Content starts

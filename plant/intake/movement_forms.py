"""The forms for one delivery and one transfer. What they hold is read like a line of a file."""

from __future__ import annotations

import datetime as dt
from collections.abc import Callable, Sequence
from typing import Any

from django import forms

from plant.intake import deliveries
from plant.works import kinds
from plant.works.stated import Stated

_BASES = {
    "": "as the product is stated",
    "g_per_L_available_chlorine": "g/L available chlorine",
    "trade_pct": "trade %",
    "weight_pct_available_chlorine": "weight % available chlorine",
    "weight_pct": "weight %",
}


def _moment() -> forms.CharField:
    return forms.CharField(label="When", widget=forms.TextInput(attrs={"type": "datetime-local"}), max_length=40)


def _number(label: str, *, required: bool = False, hint: str = "") -> forms.CharField:
    widget = forms.TextInput(attrs={"inputmode": "decimal", "autocomplete": "off"})
    return forms.CharField(label=label, required=required, widget=widget, max_length=40, help_text=hint)


def _vessels(stated: Stated, at: dt.datetime) -> list[tuple[str, str]]:
    return [("", "choose"), *((item.code, f"{item.name} ({item.code}), holds {item.product}") for item in stated.vessels(at))]


def _products(stated: Stated, at: dt.datetime) -> list[tuple[str, str]]:
    return [("", "choose"), *((item.code, f"{item.name} ({item.code})") for item in stated.products(at))]


class _Movement(forms.Form):
    """What both have in common: cells by the names of the file's columns."""

    columns: tuple[str, ...] = ()
    chosen: dict[str, Callable[[Stated, dt.datetime], list[tuple[str, str]]]] = {}

    def __init__(self, *args: Any, stated: Stated, at: dt.datetime, **kwargs: Any) -> None:
        super().__init__(*args, **kwargs)
        for name, choices in self.chosen.items():
            self.fields[name].choices = choices(stated, at)  # type: ignore[attr-defined]  # a ChoiceField

    def cells(self) -> dict[str, str]:
        """The line a file would have. Only for a valid form."""
        out = {name: str(self.cleaned_data.get(name) or "") for name in self.columns}
        return out | {"timestamp": self.cleaned_data["timestamp"]}

    def typed(self) -> dict[str, str]:
        """The same line from what was typed, valid or not."""
        return {name: str(self.data.get(name) or "").strip() for name in self.columns}

    def refuse(self, column: str, said: str) -> None:
        """Puts a refusal under the field it belongs to."""
        self.add_error(column if column in self.fields else None, said)


class DeliveryForm(_Movement):
    """A load into one vessel."""

    columns = (*deliveries.REQUIRED, *deliveries.OPTIONAL)
    chosen = {"vessel": _vessels, "product": _products}

    timestamp = _moment()
    vessel = forms.ChoiceField(label="Into")
    product = forms.ChoiceField(label="Product, as the papers and the label say")
    quantity = _number("Quantity", required=True)
    unit = forms.ChoiceField(label="Unit", choices=[(name, name) for name in deliveries.UNITS])
    lot = forms.CharField(label="Lot", required=False, max_length=60)
    strength = _number("Strength on the certificate")
    strength_basis = forms.ChoiceField(
        label="Basis of the strength", required=False, choices=[(name, _BASES[name]) for name in ("", *kinds.STRENGTH_BASES)]
    )
    density_kg_per_L = _number("Density, kg/L")
    manufactured_on = forms.DateField(
        label="Made on", required=False, widget=forms.DateInput(attrs={"type": "date"}, format="%Y-%m-%d")
    )
    supplier = forms.CharField(label="Supplier", required=False, max_length=80)
    document = forms.CharField(label="Delivery note", required=False, max_length=120)
    cost = _number("Cost")
    currency = forms.CharField(label="Currency", required=False, max_length=8)
    order = forms.ChoiceField(label="Of which order", required=False)
    level_before = _number("Level before, m (weight, kg)", hint="With the level after: held against the papers.")
    level_after = _number("Level after, m (weight, kg)")
    certificate = forms.FileField(label="Certificate (PDF or photo)", required=False)
    second_person = forms.CharField(label="Second person at the fill point", required=False, max_length=80)
    quarantine = forms.BooleanField(label="Quarantine: the vessel stays out of service until it is accepted", required=False)
    accepted_because = forms.CharField(label="Accepted outside its terms, because", required=False, max_length=400)
    others_locked = forms.BooleanField(
        label="The fill point of this vessel is unlocked, and the caps of all others are locked",
        required=False,
        error_messages={"required": "Look at every other fill point: each must be locked."},
    )
    checked = forms.BooleanField(
        label="We have done these checks, two of us",
        required=False,
        error_messages={"required": "Do the checks before connecting, then tick this."},
    )

    def __init__(self, *args: Any, orders: Sequence[tuple[str, str]] = (), may_accept: bool = False, **kwargs: Any) -> None:
        super().__init__(*args, **kwargs)
        self.fields["order"].choices = [("", "none"), *orders]  # type: ignore[attr-defined]  # a ChoiceField
        if not orders:
            del self.fields["order"]
        if not may_accept:
            del self.fields["accepted_because"]

    def clean(self) -> dict[str, Any]:
        """One level alone says nothing."""
        given = super().clean() or self.cleaned_data
        if bool(given.get("level_before")) != bool(given.get("level_after")):
            self.add_error("level_after", "Give the level before and the level after, or neither.")
        return given


class TransferForm(_Movement):
    """Product from one vessel into another."""

    columns = ("from_vessel", "to_vessel", "quantity", "unit", "carrier_water_L", "note")
    chosen = {"from_vessel": _vessels, "to_vessel": _vessels}

    timestamp = _moment()
    from_vessel = forms.ChoiceField(label="From")
    to_vessel = forms.ChoiceField(label="Into")
    quantity = _number("Quantity of product", required=True)
    unit = forms.ChoiceField(label="Unit", choices=[(name, name) for name in deliveries.UNITS], initial="L")
    carrier_water_L = _number("Dilution water added, L", hint="Counted apart: 200 L of a 1:4 make-up are 40 L of product.")
    note = forms.CharField(label="Note", required=False, widget=forms.Textarea(attrs={"rows": 2}), max_length=1000)


class OrderForm(forms.Form):
    """A load that has been ordered."""

    product = forms.ChoiceField(label="Product")
    quantity_kg = forms.FloatField(label="Quantity, kg", min_value=0.001, max_value=1e7)
    ordered_on = forms.DateField(label="Ordered on", widget=forms.DateInput(attrs={"type": "date"}, format="%Y-%m-%d"))
    expected_on = forms.DateField(label="Expected on", widget=forms.DateInput(attrs={"type": "date"}, format="%Y-%m-%d"))
    supplier = forms.CharField(label="Supplier", required=False, max_length=80)
    reference = forms.CharField(label="Order number", required=False, max_length=80)

    def __init__(self, *args: Any, stated: Stated, at: dt.datetime, **kwargs: Any) -> None:
        super().__init__(*args, **kwargs)
        self.fields["product"].choices = _products(stated, at)  # type: ignore[attr-defined]  # a ChoiceField

    def clean(self) -> dict[str, Any]:
        """Nothing comes before it is ordered."""
        given = super().clean() or self.cleaned_data
        if given.get("ordered_on") and given.get("expected_on") and given["expected_on"] < given["ordered_on"]:
            self.add_error("expected_on", "Not before the day it was ordered.")
        return given
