from django.apps import AppConfig


class IntakeConfig(AppConfig):
    name = "plant.intake"
    label = "intake"

    def ready(self) -> None:
        from plant.intake import judging
        from plant.jobs import registry

        registry.register(judging.JOB, judging.run, words="judging the days of an entry")
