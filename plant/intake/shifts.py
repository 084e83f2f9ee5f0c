"""Which shift is on, which was on before it, and what each of them owes."""

from __future__ import annotations

import datetime as dt
from collections.abc import Iterable, Mapping, Sequence
from dataclasses import dataclass

from plant import clock
from plant.deviations.rules import lateness
from plant.works.described import RoundLine
from plant.works.stated import Stated

_DAY = dt.timedelta(days=1)


@dataclass(frozen=True)
class Span:
    """One shift: its name ("day" where the works has none), the operating day it belongs to, and [start, end)."""

    name: str
    day: dt.date
    start: dt.datetime
    end: dt.datetime


def spans(stated: Stated, calendar: clock.Calendar, day: dt.date) -> list[Span]:
    """The shifts of an operating day, in order. Before the first starts, the night before is still on."""
    start, end = calendar.bounds(day)
    starts = sorted((_starts(calendar, day, shift.starts), shift.name) for shift in stated.shifts(start))
    if not starts:
        return [Span("day", day, start, end)]
    if starts[0][0] > start:
        starts.insert(0, (start, starts[-1][1]))
    ends = [at for at, _ in starts[1:]] + [end]
    return [Span(name, day, at, until) for (at, name), until in zip(starts, ends, strict=True)]


def on_duty(stated: Stated, calendar: clock.Calendar, now: dt.datetime) -> tuple[Span, Span]:
    """The shift that is on, and the one before it."""
    today = calendar.day_of(now)
    around = [span for day in (today - _DAY, today) for span in spans(stated, calendar, day)]
    index = next(place for place, span in enumerate(around) if span.start <= now < span.end)
    return around[index], around[index - 1]


def ahead(stated: Stated, calendar: clock.Calendar, now: dt.datetime, hours: int = 72) -> list[Span]:
    """The shift that is on and those of the coming hours: what a tablet without a network goes by."""
    today = calendar.day_of(now)
    until = now + dt.timedelta(hours=hours)
    found = [span for step in range(hours // 24 + 2) for span in spans(stated, calendar, today + step * _DAY)]
    return [span for span in found if span.end > now and span.start < until]


def expected(stated: Stated, at: dt.datetime) -> list[RoundLine]:
    """The round in walking order, of what is in service; with none stated, each level or weight and totaliser once a day."""
    if stated.state("works", stated.works(at).code, at) == "off":
        return []
    lines = list(stated.round_lines(at)) or [
        *(RoundLine(f"{meter.code}:totaliser", meter.code, "totaliser", "day") for meter in stated.meters(at)),
        *(
            RoundLine(f"{vessel.code}:{reading}", vessel.code, reading, "day")
            for vessel in stated.vessels(at)
            for reading in (("weight",) if vessel.on_scale else ("level",))
        ),
    ]
    return [line for line in lines if _in_service(stated, line, at)]


def slots(stated: Stated, calendar: clock.Calendar, line: RoundLine, day: dt.date) -> list[lateness.Slot]:
    """When a line is due with an operating day."""
    start, end = calendar.bounds(day)
    shifts = [(span.name, span.start) for span in spans(stated, calendar, day)]
    earlier = {day - dt.timedelta(days=n): calendar.start_of(day - dt.timedelta(days=n)) for n in range(31)}
    return lateness.slots(line.due, day, start=start, end=end, shifts=shifts, start_of=earlier)


def due_now(stated: Stated, calendar: clock.Calendar, lines: Iterable[RoundLine], now: dt.datetime) -> dict[str, lateness.Slot]:
    """The lines that are due in the shift that is on, by their code, each with the span it is due in."""
    today = calendar.day_of(now)
    out = {}
    for line in lines:
        slot = next((slot for slot in slots(stated, calendar, line, today) if slot.start <= now < slot.end), None)
        if slot is not None:
            out[line.code] = slot
    return out


def left_open(
    stated: Stated,
    calendar: clock.Calendar,
    lines: Iterable[RoundLine],
    taken: Mapping[tuple[str, str], Sequence[dt.datetime]],
    before: Span,
) -> list[RoundLine]:
    """What was due by the end of the last shift and has not come."""
    out = []
    for line in lines:
        ended = [slot for slot in slots(stated, calendar, line, before.day) if before.start < slot.end <= before.end]
        if lateness.missing(ended, taken.get((line.site, line.parameter), ()), hours=0, until=before.end):
            out.append(line)
    return out


def _starts(calendar: clock.Calendar, day: dt.date, at: dt.time) -> dt.datetime:
    date = day if at >= calendar.day_starts else day + _DAY
    return dt.datetime.combine(date, at, calendar.zone).astimezone(dt.UTC)


def _in_service(stated: Stated, line: RoundLine, at: dt.datetime) -> bool:
    kind = stated.site_kind(line.site, at)
    return kind not in ("vessel", "dosing_point") or stated.state(kind, line.site, at) == "in_service"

Content ends

■ TASK TO CARRY OUT: Set down only the lines above that fall between the line holding "line a file" and the line holding "name in deliveries.UNITS])", inclusive, keeping each exact.

■ YOUR RESPONSE:
        """The line a file would have. Only for a valid form."""
        out = {name: str(self.cleaned_data.get(name) or "") for name in self.columns}
        return out | {"timestamp": self.cleaned_data["timestamp"]}

    def typed(self) -> dict[str, str]:
        """The same line from what was typed, valid or not."""
        return {name: str(self.data.get(name) or "").strip() for name in self.columns}

    def refuse(self, column: str, said: str) -> None:
        """Puts a refusal under the field it belongs to."""
        self.add_error(column if column in self.fields else None, said)


class DeliveryForm(_Movement):
    """A load into one vessel."""

    columns = (*deliveries.REQUIRED, *deliveries.OPTIONAL)
    chosen = {"vessel": _vessels, "product": _products}

    timestamp = _moment()
    vessel = forms.ChoiceField(label="Into")
    product = forms.ChoiceField(label="Product, as the papers and the label say")
    quantity = _number("Quantity", required=True)
    unit = forms.ChoiceField(label="Unit", choices=[(name, name) for name in deliveries.UNITS])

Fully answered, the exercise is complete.